I have seen on the FIDE website https://www.fide.com/fide/handbook.html?id=10&view=category that only the regulations governing the award of FIDE titles effective from 1st July 2014 are available.

Are the regulations governing the award of FIDE titles prior to these ones available somewhere ?

  • Not directly. You can infer them from articles in various chess publications when they may discuss them while announcing results of new IMs or GMs of interest to their readers.
    – yobamamama
    Jan 7, 2020 at 3:45

2 Answers 2


I don't think there is an official listing of previous title regulations. You just have to glean what you can from internet searches.

Here's what I found.

From the 1st July 2009 the following changes will apply to FIDE titles.

1) Only one player can having a rating uplift, instead of two.

2) The rating of the player uplifted has been reduced by 50 points. Hence the uplift for a GM norm is now 2200 (was 2250), IM norm 2050 (was 2100).

3) Performance requirements and requirements of the opponents’ ratings have been changed to even tens. i.e GM norm used to be 2601 performance, now 2600, minimum average rating of opponents used to be 2381, now 2380.

4) For any given title norm at least 1/3 of a players opponents must hold that title. i.e. For a GM norm 1/3 must hold GM title. Whilst in comparison to the old regulations this makes no change to a 9 round event, it would effect a 12 round event where 4 GM's would be required (used to be 3).

Going back to the beginning, this chessbase article fills in some of the history - https://en.chessbase.com/post/a-gm-is-a-gm--fide-title-devaluation-270613

Summarizing -

When grandmaster titles were first awarded in 1950, they were given to the world champion Mikhail Botvinnik and all those who had qualified or been seeded in the inaugural Candidates Tournament: Isaac Boleslavsky, Igor Bondarevsky, David Bronstein, Max Euwe, Reuben Fine, Salo Flohr, Paul Keres, Alexander Kotov, Andor Lilienthal, Miguel Najdorf, Samuel Reshevsky, Vasily Smyslov, Gideon Ståhlberg, and László Szabó.

The title was also given to older living players who were recognized as having been world class at their peak: Ossip Bernstein, Oldrich Duras, Ernst Grünfeld, Borislav Kostic, Grigory Levenfish, Géza Maróczy, Jacques Mieses, Viacheslav Ragozin, Akiba Rubinstein, Friedrich Sämisch, Savielly Tartakower, and Milan Vidmar.

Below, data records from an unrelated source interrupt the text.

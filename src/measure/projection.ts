/** The pixels around an edge by their distance from it. */
import { polynomialAt } from '../numeric/polynomial-fit.js';
import type { EdgeCurve } from './edge-line.js';
import type { Strip } from './strip.js';

/** `count` pixels; the arrays may be longer. */
export interface ProjectedPixels {
  count: number;
  /** Distance from the edge along its normal in pixels, + on the bright side. */
  distance: Float64Array;
  /** Rows from the middle of the edge to the nearest point of it. */
  along: Float64Array;
  light: Float64Array;
}

/** Project every pixel of a strip along the edge: those up to `halfWidthPx` away whose nearest point of the
 * curve lies within `halfRows` of its middle. */
export function projectPixels(
  strip: Strip,
  curve: EdgeCurve,
  halfWidthPx: number,
  halfRows: number,
): ProjectedPixels {
  const { values, width, height, uFrom, vFrom } = strip;
  const size = width * height;
  const pixels = {
    count: 0,
    distance: new Float64Array(size),
    along: new Float64Array(size),
    light: new Float64Array(size),
  };
  const foot = new Float64Array(2);
  for (let row = 0; row < height; row++) {
    for (let column = 0; column < width; column++) {
      nearestPoint(curve, uFrom + column, vFrom + row, foot);
      const along = foot[1] - curve.v0;
      const distance = foot[0] * curve.polarity;
      if (Math.abs(along) > halfRows || Math.abs(distance) > halfWidthPx) continue;
      pixels.distance[pixels.count] = distance;
      pixels.along[pixels.count] = along;
      pixels.light[pixels.count] = values[row * width + column];
      pixels.count++;
    }
  }
  return pixels;
}

/** Signed distance from the curve, + toward +u, and the row of the nearest point, by Newton's method for the
 * foot of the normal: the zero of (u - p(s)) p'(s) + v - s. */
function nearestPoint({ c, v0, halfRows }: EdgeCurve, u: number, v: number, out: Float64Array): void {
  const straight = c.length > 1 ? c[1] / halfRows : 0;
  const bend = c.length > 2 ? (2 * c[2]) / (halfRows * halfRows) : 0;
  let s = v;
  for (let step = 0; step < 3; step++) {
    const slope = straight + bend * (s - v0);
    const off = u - polynomialAt(c, (s - v0) / halfRows);
    s += (off * slope + v - s) / (1 + slope * slope - off * bend);
  }
  const slope = straight + bend * (s - v0);
  const off = u - polynomialAt(c, (s - v0) / halfRows);
  out[0] = (off - slope * (v - s)) / Math.sqrt(1 + slope * slope);
  out[1] = s;
}
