import { describe, expect, test } from 'vitest';
import type { Waves } from '../../src/optics/rig.js';
import { exactField, modelWavefront } from '../../src/prescription/exact-field.js';
import { type Explained, explain, explainedWarnings } from '../../src/prescription/explained.js';
import { lensModel } from '../../src/prescription/lens-model.js';
import { packhouseLens, singlet } from './lenses.js';

const { reference } = lensModel(singlet());
const lens = { fNumber: 8, fullFieldMm: reference.paraxial.imageHeightMm, wavelengthNm: 550 };
const axis = exactField(reference, 0);
const waves: Waves = { W040: 1, W131: 0, W222: 0, W220: 0, W311: 0, W020: 0, W111: 0 };
const exactly = (of: Waves, h = 0) => {
  const field = exactField(reference, h);
  return { ...field, wavefrontMm: modelWavefront(field, of).map((value) => value * 550e-6) };
};

describe('share of the variance', () => {
  test('all of it where the wavefront is the terms', () => {
    const [found] = explain([exactly(waves)], axis, lens, waves);
    expect(found.share).toBeCloseTo(1, 12);
    expect(found.rmsLeftWaves).toBeLessThan(1e-12);
    // sigma of one wave of W040: 2 / (3 sqrt 5). Source: Mahajan, JOSA 73 (1983) 860 (cited from memory)
    expect(found.rmsWaves).toBeCloseTo(2 / (3 * Math.sqrt(5)), 10);
  });

  test('three quarters where the terms are half or three halves of it; below 0 where they are worse than nothing', () => {
    const share = (W040: number) => explain([exactly(waves)], axis, lens, { ...waves, W040 })[0].share;
    expect(share(0.5)).toBeCloseTo(0.75, 12);
    expect(share(1.5)).toBeCloseTo(0.75, 12);
    expect(share(0)).toBeCloseTo(0, 12);
    expect(share(-1)).toBeCloseTo(-3, 12);
  });

  test('tilt counts for nothing: W311 moves the spot, it does not shape it', () => {
    const field = exactly(waves, 1);
    const tilted = {
      ...field,
      wavefrontMm: field.wavefrontMm.map((value, i) => value + 0.01 * field.samples.m[i]),
    };
    expect(explain([tilted], axis, lens, { ...waves, W311: 40 })[0].share).toBeCloseTo(1, 9);
  });

  test('nothing is said where no light gets through', () => {
    const empty = new Float64Array(0);
    const dark = {
      ...axis,
      h: 1,
      samples: { m: empty, s: empty, weight: empty },
      wavefrontMm: empty,
      openShare: 0,
      illuminance: 0,
    };
    const [found] = explain([dark], axis, lens, waves);
    expect([found.share, found.rmsLeftWaves, found.rmsWaves, found.relativeIllumination]).toEqual([
      null,
      null,
      null,
      0,
    ]);
    expect(explainedWarnings([found], false).join()).toMatch(/At field 1 no light reaches the sensor/);
  });
});

test('distortion of the chief ray and of the terms', () => {
  const model = lensModel(packhouseLens());
  const field = exactField(model.reference, 0.5);
  const [found] = explain(
    [field],
    axis,
    { fNumber: 4, fullFieldMm: 4.6, wavelengthNm: 550 },
    { ...waves, W311: 10 },
  );
  expect(found.distortionPercent).toBeCloseTo(100 * (field.chiefHeightMm / 2.3 - 1), 9);
  // -2 N lambda W311 h^3 over h h'max
  expect(found.distortionOfTermsPercent).toBeCloseTo((-100 * 2 * 4 * 550e-6 * 10 * 0.25) / 4.6, 9);
});

describe('warnings', () => {
  const good: Explained = {
    field: 0.7,
    share: 0.95,
    rmsLeftWaves: 0.3,
    rmsWaves: 1.3,
    distortionPercent: -1,
    distortionOfTermsPercent: -1.05,
    openShare: 0.95,
    relativeIllumination: 0.9,
  };
  test('none where the terms carry', () => {
    expect(explainedWarnings([good], false)).toEqual([]);
    // a bad share of a wavefront that is good anyway is nothing to warn of
    expect(explainedWarnings([{ ...good, share: 0.1, rmsLeftWaves: 0.05, rmsWaves: 0.053 }], false)).toEqual(
      [],
    );
  });

  test.each<[string, Partial<Explained>, RegExp]>([
    [
      'low share',
      { share: 0.4 },
      /^At field 0.7 the five terms explain 40 % .*\(1.30 waves RMS in truth, 0.30 of them .*--best-fit/,
    ],
    ['negative share', { share: -2 }, /worse than no aberration at all/],
    ['distortion', { distortionOfTermsPercent: -1.2 }, /-1.00 % distortion, the terms -1.20 %/],
    ['vignetting', { openShare: 0.6 }, /cut 40 % of the beam/],
  ])('%s', (_, change, text) => {
    const warnings = explainedWarnings([{ ...good, ...change }], false);
    expect(warnings).toHaveLength(1);
    expect(warnings[0]).toMatch(text);
  });

  test('one warning a matter, with all field points', () => {
    const bad: Partial<Explained>[] = [
      { field: 0.5, share: 0.8 },
      { field: 0.8, share: 0.4, openShare: 0.8 },
      { field: 0.9, share: -1, openShare: 0.7 },
      { field: 1, share: -2, rmsLeftWaves: 2 },
      { field: 1.1, share: null, rmsLeftWaves: null, rmsWaves: null, openShare: 0 },
    ];
    const warnings = explainedWarnings(
      bad.map((change) => ({ ...good, ...change })),
      false,
    );
    expect(warnings).toEqual([
      expect.stringMatching(/^At field 0.5 .* 80 % .*, at field 0.8 40 % \(1.30, 0.30\)\. Higher orders/),
      expect.stringMatching(/^At field 0.9, 1 .* worse .*\(1.30, 1.30 waves RMS in truth, 0.30, 2.00 left/),
      expect.stringMatching(/^At field 0.8, 0.9 the surfaces cut 20 %, 30 % of the beam/),
      expect.stringMatching(/^At field 1.1 no light/),
    ]);
  });

  test('after a fit another fit is no cure', () => {
    expect(explainedWarnings([{ ...good, share: 0.4 }], true)[0]).not.toMatch(/best-fit/);
  });
});
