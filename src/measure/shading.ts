/** Light that falls off over the strip of an edge: taken out, so that it is read neither as blur nor as
 * noise. */
import type { ProjectedPixels } from './projection.js';

/** Quarter-pixel bins over the outer halves of both sides, where the light depends on the distance hardly at
 * all: for each, the pixels' number, mean light and mean place along the edge. */
class FlatBins {
  readonly #perPixel = 4;
  readonly #halfWidthPx: number;
  readonly count: Float64Array;
  readonly light: Float64Array;
  readonly along: Float64Array;

  constructor({ count, distance, along, light }: ProjectedPixels, halfWidthPx: number) {
    this.#halfWidthPx = halfWidthPx;
    const bins = Math.ceil(2 * halfWidthPx * this.#perPixel) + 1;
    this.count = new Float64Array(bins);
    this.light = new Float64Array(bins);
    this.along = new Float64Array(bins);
    for (let i = 0; i < count; i++) {
      const bin = this.binOf(distance[i]);
      if (bin < 0) continue;
      this.count[bin]++;
      this.light[bin] += light[i];
      this.along[bin] += along[i];
    }
    for (let bin = 0; bin < bins; bin++) {
      this.light[bin] /= this.count[bin];
      this.along[bin] /= this.count[bin];
    }
  }

  /** -1 near the edge. */
  binOf(distance: number): number {
    if (Math.abs(distance) < this.#halfWidthPx / 2) return -1;
    return Math.floor((distance + this.#halfWidthPx) * this.#perPixel);
  }
}

/** Divide by the light's fall-off along the edge: 1 + share x rows from its middle, the share that brings the
 * pixels of each bin nearest together. */
export function flattenAlong(pixels: ProjectedPixels, halfWidthPx: number): void {
  const { count, distance, along, light } = pixels;
  const bins = new FlatBins(pixels, halfWidthPx);
  let moment = 0;
  let square = 0;
  for (let i = 0; i < count; i++) {
    const bin = bins.binOf(distance[i]);
    if (bin < 0) continue;
    const off = bins.light[bin] * (along[i] - bins.along[bin]);
    moment += off * (light[i] - bins.light[bin]);
    square += off * off;
  }
  const share = square === 0 ? 0 : moment / square;
  for (let i = 0; i < count; i++) light[i] /= 1 + share * along[i];
}

/** RMS of the pixels about the mean of their bin, where the light is flat. */
export function flatNoise(pixels: ProjectedPixels, halfWidthPx: number): number {
  const { count, distance, light } = pixels;
  const bins = new FlatBins(pixels, halfWidthPx);
  let squares = 0;
  let free = 0;
  for (let i = 0; i < count; i++) {
    const bin = bins.binOf(distance[i]);
    if (bin < 0) continue;
    squares += (light[i] - bins.light[bin]) ** 2;
    free += 1 - 1 / bins.count[bin]; // the mean of a bin takes one pixel's freedom
  }
  return free < 1 ? 0 : Math.sqrt(squares / free);
}

/** Divide an edge spread function by the light's fall-off across the edge.
 *
 * Fall-off is a share of the light, so it tilts the bright side more than the dark one, by bright / dark,
 * while the skirts of a blur tilt both alike. So the difference of the two sides' tilts over their
 * difference of light is the fall-off alone.
 * @param values at even distances, that of the edge in the middle; not changed
 */
export function flattenAcross(values: Float64Array): Float64Array {
  const middle = (values.length - 1) / 2;
  const outer = values.length >> 2;
  const side = (from: number) => {
    const centre = from + (outer - 1) / 2;
    let sum = 0;
    let moment = 0;
    let square = 0;
    for (let k = from; k < from + outer; k++) {
      sum += values[k];
      moment += values[k] * (k - centre);
      square += (k - centre) ** 2;
    }
    return { light: sum / outer, tilt: moment / square };
  };
  const [dark, bright] = [side(0), side(values.length - outer)];
  const share = (bright.tilt - dark.tilt) / (bright.light - dark.light);
  if (!Number.isFinite(share)) return values; // no step: nothing can be told
  return values.map((value, k) => value / (1 + share * (k - middle)));
}
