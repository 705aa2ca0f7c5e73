/** What is measured: a plane of pixels in linear light, and places on it. */

/** One band of a picture: row-major, linear light, 1 being full scale. Pixel (0, 0) has its middle at (0, 0). */
export interface Plane {
  width: number;
  height: number;
  samples: Float32Array;
}

/** Whole pixels: `x` and `y` are the first column and row. */
export interface PixelRect {
  x: number;
  y: number;
  width: number;
  height: number;
}
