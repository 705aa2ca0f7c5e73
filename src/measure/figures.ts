/** What a measurement gives out. Places are in pixels of the picture, pixel (0, 0) having its middle at (0,
 * 0); angles in degrees from +x toward +y. Frequencies count along the normal of an edge; along the rows of
 * pixels such a frequency is f cos(angle_deg). */
import type { Modulation } from '../charts/truth.js';
import type { FlatFigures } from './flat-field.js';
import type { PixelRect } from './plane.js';

export interface SfrValue {
  cyclesPerPixel: number;
  /** Left out where the pixel's pitch is not known. */
  lpPerMm?: number;
  value: number;
  /** MTF of the rig's lens and camera in the same direction, averaged along the edge; left out without a rig.
   */
  predicted?: number;
}

export interface EdgeFigures {
  /** The middle of the measured part of the edge. */
  x: number;
  y: number;
  /** Field and azimuth of its ideal place; null where the axis is not known. */
  field: number | null;
  azimuthDeg: number | null;
  /** The modulation measured. */
  direction: Modulation | null;
  /** Of the normal against the radius (tangential) or the perpendicular of it (sagittal). */
  offRadiusDeg: number | null;
  band: string;
  /** Across the edge, from dark to bright. */
  normalDeg: number;
  /** Of the edge against the nearest row or column of pixels, 0 to 45. */
  angleDeg: number;
  lengthPx: number;
  sfr: SfrValue[];
  /** The lowest frequency at which the response falls to a half; null where it does not up to 1 cycle a
   * pixel. */
  sfr50CyclesPerPixel: number | null;
  sfr50LpPerMm?: number | null;
  /** From 10 to 90 % of the step. */
  edgeWidthPx: number | null;
  /** Light on both sides. */
  dark: number;
  bright: number;
  /** RMS of the single pixels on the flat parts. */
  noise: number;
}

export interface DotFigures {
  ideal: [x: number, y: number];
  /** The disc's centroid. */
  found: [x: number, y: number];
  /** Where the rig's distortion, lateral colour and coma put the disc's centroid; left out without a rig. */
  expected?: [x: number, y: number];
  field: number;
  azimuthDeg: number;
  band: string;
}

/** Distortion of the discs at one field, their mean. */
export interface DistortionFigures {
  field: number;
  band: string;
  /** 100 (r' - a r) / r, a being the scale of the band's radial fit: changes of scale are no distortion. */
  percent: number;
  /** r' - r. */
  radialShiftPx: number;
  dots: number;
}

/** Place of a band's discs against those of the reference band, outward, their mean at one field. */
export interface LateralColourFigures {
  field: number;
  band: string;
  against: string;
  px: number;
  um: number;
  dots: number;
}

/** r' = scale r + cubicPerMm2 r^3 through the discs of a band. */
export interface RadialFigures {
  band: string;
  scale: number;
  cubicPerMm2: number;
  /** RMS distance of the discs from the fit. */
  rmsPx: number;
}

/** What could not be measured. */
export interface Skipped {
  what: 'edge' | 'dot';
  /** Its ideal place. */
  x: number;
  y: number;
  band: string;
  reason: string;
}

/** Flat regions in the order asked for, each in all bands. */
export interface FlatReport extends FlatFigures {
  region: PixelRect;
  band: string;
}

/** How the numbers of a picture stand for light. */
export type Encoding = 'linear' | 'srgb' | 'raw';

export interface MeasureReport {
  /** Name of the file; null for a picture from memory. */
  image: string | null;
  encoding: Encoding;
  pixels: [width: number, height: number];
  /** Kind of the chart; null without a truth. */
  chart: string | null;
  /** Edges of the truth, then of the regions, band by band. */
  edges: EdgeFigures[];
  dots: DotFigures[];
  distortion: DistortionFigures[];
  lateralColour: LateralColourFigures[];
  radialFit: RadialFigures[];
  flats: FlatReport[];
  /** Parts of the chart that could not be measured, with the reason. */
  skipped: Skipped[];
  warnings: string[];
}
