/** Where a picture lies in the field of its lens: what is known of it from a rig or from a chart's truth. */
import { againstRadius } from '../charts/against-radius.js';
import type { ChartTruth, Modulation } from '../charts/truth.js';
import { type Band, pixelPitchMm, type Rig } from '../optics/rig.js';
import { type PlaceMap, rigMap } from './predict.js';

export interface OpticalFrame {
  axisPx: readonly [x: number, y: number];
  pitchMm: number;
  fullFieldMm: number;
}

export function opticalFrame(rig: Rig | undefined, truth: ChartTruth | undefined): OpticalFrame | undefined {
  if (rig !== undefined)
    return {
      axisPx: rig.mount.axisPx,
      pitchMm: pixelPitchMm(rig.camera),
      fullFieldMm: rig.lens.fullFieldMm,
    };
  if (truth !== undefined)
    return { axisPx: truth.axisPx, pitchMm: truth.pixelPitchUm / 1000, fullFieldMm: truth.fullFieldMm };
  return undefined;
}

/** No distortion is known: places are taken as they are. */
export const SAME_PLACE: PlaceMap = { landed: (x, y) => [x, y], ideal: (x, y) => [x, y] };

/** The map of a band, or none. */
export function mapOf(rig: Rig | undefined, band: Band | undefined): PlaceMap {
  return rig === undefined || band === undefined ? SAME_PLACE : rigMap(rig, band);
}

export interface FieldOfEdge {
  field: number;
  azimuthDeg: number;
  direction: Modulation;
  offRadiusDeg: number;
}

/** Field of an ideal place, and how a direction stands to its radius. */
export function fieldOfEdge(
  { axisPx, pitchMm, fullFieldMm }: OpticalFrame,
  x: number,
  y: number,
  normalDeg: number,
): FieldOfEdge {
  const [dx, dy] = [x - axisPx[0], y - axisPx[1]];
  const azimuthDeg = ((Math.atan2(dy, dx) * 180) / Math.PI + 360) % 360;
  const { isAlong, offDeg } = againstRadius(normalDeg, azimuthDeg);
  return {
    field: (Math.hypot(dx, dy) * pitchMm) / fullFieldMm,
    azimuthDeg,
    direction: isAlong ? 'tangential' : 'sagittal',
    offRadiusDeg: offDeg,
  };
}
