/** From the edge spread function to the spatial frequency response and the edge's width. */
import { hamming } from './edge-line.js';
import { type EdgeSpread, OVERSAMPLING } from './edge-spread.js';

/** The line spread function under its window: the derivative of the edge spread function. */
export interface LineSpread {
  /** Windowed derivative at the distances (k - middle) / OVERSAMPLING, in pixels. */
  values: Float64Array;
  middle: number;
  sum: number;
}

/** Half the width of the Hamming window over that of the edge spread function. A window that ends with the
 * function, as is usual, weighs down the skirts of a wide blur and makes it look sharper: a Gaussian of 2
 * pixels by 0.007 of the response with 30 pixels on either side, twice the width by 0.002. The noise that it
 * would have held down is held down by `quietTails`. */
const WINDOW_WIDTHS = 2;

/** Derivative by central differences, its tails quietened, times a Hamming window centred on its peak.
 * Source: ISO 12233:2017, e-SFR, in outline (from memory). */
export function lineSpread(spread: EdgeSpread): LineSpread {
  const { values: edge, middle } = spread;
  const raw = new Float64Array(edge.length);
  for (let k = 1; k < edge.length - 1; k++) raw[k] = (edge[k + 1] - edge[k - 1]) / 2;
  const peak = peakOf(raw);
  const values = quietTails(raw, peak, coreOf(spread));
  let sum = 0;
  for (let k = 0; k < values.length; k++) {
    values[k] *= hamming((k - peak) / (WINDOW_WIDTHS * middle)); // the line ends before the window does
    sum += values[k];
  }
  return { values, middle, sum };
}

/** The part of the line that is left as it is: on either side one and a half times the edge's width, at least
 * so many pixels. */
const CORE_WIDTHS = 1.5;
const LEAST_CORE_PX = 4;

function coreOf(spread: EdgeSpread): number {
  return (
    OVERSAMPLING * Math.max(LEAST_CORE_PX, CORE_WIDTHS * (edgeWidthPx(spread) ?? Number.POSITIVE_INFINITY))
  );
}

/** Far from the edge the light that a blur leaves changes slowly with the distance, and the noise does not.
 * So each sample outside of the core is spread evenly over its surroundings, half of the way to the core on
 * either side, as far as the line goes. No light is lost. */
function quietTails(line: Float64Array, peak: number, core: number): Float64Array {
  const out = new Float64Array(line.length);
  for (let k = 0; k < line.length; k++) {
    const far = Math.max(0, Math.abs(k - peak) - core);
    const reach = Math.min(Math.floor(far / 2), k, line.length - 1 - k);
    for (let j = -reach; j <= reach; j++) out[k + j] += line[k] / (2 * reach + 1);
  }
  return out;
}

/** The middle of the pixel's width that holds the most of the line: less at the mercy of noise than the
 * highest sample. */
function peakOf(line: Float64Array): number {
  const half = OVERSAMPLING >> 1;
  let best = line.length >> 1;
  let most = Number.NEGATIVE_INFINITY;
  for (let k = half; k < line.length - half; k++) {
    let sum = 0;
    for (let j = -half; j <= half; j++) sum += line[k + j];
    if (sum > most) [best, most] = [k, sum];
  }
  return best;
}

/** The response at a frequency in cycles a pixel along the edge's normal: the modulus of the line spread
 * function's transform over its value at 0, freed from the central difference, sinc(f/2), sinc(x) = sin(pi
 * x)/(pi x). */
export function sfrAt({ values, middle, sum }: LineSpread, cyclesPerPixel: number): number {
  const turn = (2 * Math.PI * cyclesPerPixel) / OVERSAMPLING;
  let re = 0;
  let im = 0;
  for (let k = 0; k < values.length; k++) {
    re += values[k] * Math.cos(turn * (k - middle));
    im += values[k] * Math.sin(turn * (k - middle));
  }
  return Math.hypot(re, im) / Math.abs(sum) / sinc((2 * cyclesPerPixel) / OVERSAMPLING);
}

/** Frequencies past this one say nothing: the central difference comes near its first zero, at 2. */
const LARGEST_FREQUENCY = 1;

/** The lowest frequency, up to 1 cycle a pixel, at which a response falls to a half; null where it does not.
 */
export function halfFrequency(response: (cyclesPerPixel: number) => number): number | null {
  const step = 0.005;
  let before = 1;
  for (let at = 1; at * step <= LARGEST_FREQUENCY + 1e-9; at++) {
    const value = response(at * step);
    if (value <= 0.5) return (at - 1 + (before - 0.5) / (before - value)) * step;
    before = value;
  }
  return null;
}

/** Distance between the places where the edge passes 10 % and 90 % of its step, each the first one on the way
 * out from the middle, in pixels. Null where it does not pass them. */
export function edgeWidthPx({ values, middle, dark, bright }: EdgeSpread): number | null {
  const crossing = (share: number, way: 1 | -1): number | null => {
    const target = dark + share * (bright - dark);
    for (let k = middle; k > 0 && k < values.length - 1; k += way) {
      const here = values[k];
      const next = values[k + way];
      if ((here - target) * (next - target) <= 0 && here !== next)
        return k + (way * (target - here)) / (next - here);
    }
    return null;
  };
  const up = crossing(0.9, 1);
  const down = crossing(0.1, -1);
  return up === null || down === null ? null : (up - down) / OVERSAMPLING;
}

export function sinc(x: number): number {
  return x === 0 ? 1 : Math.sin(Math.PI * x) / (Math.PI * x);
}
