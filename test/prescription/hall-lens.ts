/** The packing hall's three-element lens as its file, and the same with a line changed. */
import { readFileSync } from 'node:fs';
import { fileURLToPath } from 'node:url';

export const HALL_LENS = fileURLToPath(
  new URL('../../scenes/packhouse/three-element.lens.yaml', import.meta.url),
);

/** The text of the file with replacements, each of which must be found. */
export function hallLensWith(...changes: readonly (readonly [from: string, to: string])[]): string {
  return changes.reduce(
    (text, [from, to]) => {
      if (!text.includes(from)) throw new Error(`'${from}' is not in the file`);
      return text.replace(from, to);
    },
    readFileSync(HALL_LENS, 'utf8'),
  );
}

/** A lens so steep that rays at the rim of its beam miss surface 2, in line 3. */
export const STEEP_LENS = `surfaces:
  - { stop: true, thickness_mm: 3 }
  - { radius_mm: 6, thickness_mm: 4, glass: { n: 1.5 } }
  - { radius_mm: infinity }
entrance_pupil_mm: 12.5
half_field_deg: 6
`;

In 1957 the regulations were set to give the GM title automatically to the world champion and to any player qualifying from the Interzonal tournament to play in the Candidates.

In 1965 the rules were tightened up so that a player had to score 40% in the Candidates Tournament, or reach the quarter finals of the Candidates Matches to get the title.

In 1970 the modern system was initiated whereby you had to get your rating up to a certain ELO rating - 2450 - and to get 3 "norms" in a 3 year period. A "norm" was a rating performance of 2551 or above in a suitable tournament.

Since 1970 that basic formula has been tweaked with changes to the ratings involved and the type and makeup of qualifying tournaments in terms of how many of the other players must be from different federations, how many have the GM title, what the time controls are, how many players, etc., etc.

  • Ok, but if there is not such official listing, how does people take any decision on facts before the mentioned date ?
    – Tanj
    Sep 21, 2016 at 13:13
  • @Tanj What sort of decisions does anyone have to make about old GMs and their norms?
    – yobamamama
    Jan 7, 2020 at 3:48

The previous version, for "competitions starting before 1 July 2014" are still available on the FIDE website.

If you are looking for older versions, it may be good to know that some of them were published as printed books. For example:

  • The Official Laws of Chess and Other FIDE Regulations, Macmillan, 1986 (see the entry in WorldCat);
  • The Official Rules of Chess, by Eric Schiller, Cardoza Publishing, 2001; 2nd edition 2003.

As pointed out by Brian Towers, the Chess Arbiters’ Association, a group of mainly British arbiters, also has historical versions of the laws of chess on its website.

  • Thaks for your answer. In fact, I was particularly interested in the Title Regulations, which is a specific part of the rules that I can't find on their website.
    – Tanj
    Sep 19, 2016 at 15:51
  • Check out also the Chess Arbiters Association website which has historical material going back as far as about 1800 - chessarbitersassociation.co.uk/html/laws.html.